-- YOUR OBJECTIVE --
Show every line from the entries that follow which holds the word "const".
----- DATA FOR REVIEW -----
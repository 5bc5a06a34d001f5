import { useState } from "react";
import { useMe } from "@/features/auth/api/get-me";
import { useExports } from "@/features/exports/api/get-exports";
import { ExportsTable } from "@/features/exports/components/exports-table";
import { Card } from "@/components/ui/card";
import { PageHeader } from "@/components/ui/page-header";
import { Segmented } from "@/components/ui/segmented";
import { EmptyState, ErrorState, LoadingState } from "@/components/ui/states";

export default function ExportsPage() {
  const [mine, setMine] = useState(true);
  const exports = useExports(mine);
  const me = useMe();
  const canDownload = me.data?.permissions.includes("exports:create") ?? false;
  return (
    <>
      <PageHeader kicker="Exports" title="Exports" description="Every report, workbook and CSV handed out, with its checksum, so a figure in a report can be traced to its run. Any past file downloads again, rebuilt from the stored result and checked against its checksum." />
      <div className="mb-3">
        <Segmented
          label="Whose exports"
          value={mine ? "mine" : "all"}
          onChange={(v) => setMine(v === "mine")}
          options={[
            { value: "mine", label: "Mine" },
            { value: "all", label: "Everyone's" },
          ]}
        />
      </div>
      <Card>
        {exports.isPending ? (
          <LoadingState />
        ) : exports.isError ? (
          <div className="p-4">
            <ErrorState error={exports.error} retry={() => exports.refetch()} />
          </div>
        ) : exports.data.length === 0 ? (
          <div className="p-4">
            <EmptyState title="No exports yet">Open a finished run and download its workbook or a CSV table.</EmptyState>
          </div>
        ) : (
          <ExportsTable exports={exports.data} canDownload={canDownload} />
        )}
      </Card>
    </>
  );
}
-----
-- SOLUTION --
  const [mine, setMine] = useState(true);
  const exports = useExports(mine);
  const me = useMe();
  const canDownload = me.data?.permissions.includes("exports:create") ?? false;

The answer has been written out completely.